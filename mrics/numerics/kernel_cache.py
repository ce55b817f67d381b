"""The compiler of kernels, with a folder for what it compiles that can be written.

Compiled kernels are kept beside their source or, where that cannot be written, under the user's
home. An installation by somebody else and no home leave neither; they then go to a folder of this
user in the system's temporary one.
"""

from __future__ import annotations

import os
import sys
import tempfile
from pathlib import Path

_VARIABLE = "NUMBA_CACHE_DIR"


def _writable(folder: Path) -> bool:
    """Whether the folder, or the nearest above it that exists, can be written."""
    while not folder.exists() and folder != folder.parent:
        folder = folder.parent
    return folder.is_dir() and os.access(folder, os.W_OK | os.X_OK)


def _own_folder() -> str:
    """A folder that only this user can write: compiled code is run without further question."""
    user = os.getuid() if hasattr(os, "getuid") else "user"
    folder = Path(tempfile.gettempdir()) / f"mrics-kernels-{user}"
    try:
        folder.mkdir(mode=0o700, exist_ok=True)
        state = folder.lstat()
        mine = folder.is_dir() and not folder.is_symlink() and state.st_mode & 0o077 == 0
        if mine and (user == "user" or state.st_uid == user):
            return str(folder)
    except OSError:
        pass
    return tempfile.mkdtemp(prefix="mrics-kernels-")


def _choose_folder() -> None:
    if os.environ.get(_VARIABLE):
        return
    home = os.environ.get("XDG_CACHE_HOME") or os.path.expanduser("~/.cache")
    if _writable(Path(__file__).parent / "__pycache__") or _writable(Path(home)):
        return
    os.environ[_VARIABLE] = _own_folder()
    if "numba" in sys.modules:
        sys.modules["numba"].config.CACHE_DIR = os.environ[_VARIABLE]


_choose_folder()

import numba  # noqa: E402

__all__ = ["numba"]
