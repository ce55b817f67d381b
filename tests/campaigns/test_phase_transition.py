"""Where L1 recovery stops, in full; the default suite runs a tenth of the trials."""

import sys
from pathlib import Path

import pytest

sys.path.insert(0, str(Path(__file__).parents[1] / "recovery"))
from test_sparse import crossing


@pytest.mark.slow
def test_half_of_the_problems_are_solved_where_theory_says() -> None:
    # Donoho & Tanner 2005-09, weak threshold for real vectors at delta = 0.5: 0.38569.
    found = crossing(trials=40)
    print(f"crossing at rho = {found:.4f}")
    assert found == pytest.approx(0.38569, abs=0.04)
━━━━━━━━━━━━━━━━━━━━
■ **What you should do**
The response should be an exact copy of the lines from the one with "import pytest" through the end of the data, with no other text.

■ **Answer**
import pytest

sys.path.insert(0, str(Path(__file__).parents[1] / "recovery"))
from test_sparse import crossing


@pytest.mark.slow
def test_half_of_the_problems_are_solved_where_theory_says() -> None:
    # Donoho & Tanner 2005-09, weak threshold for real vectors at delta = 0.5: 0.38569.
    found = crossing(trials=40)
    print(f"crossing at rho = {found:.4f}")
    assert found == pytest.approx(0.38569, abs=0.04)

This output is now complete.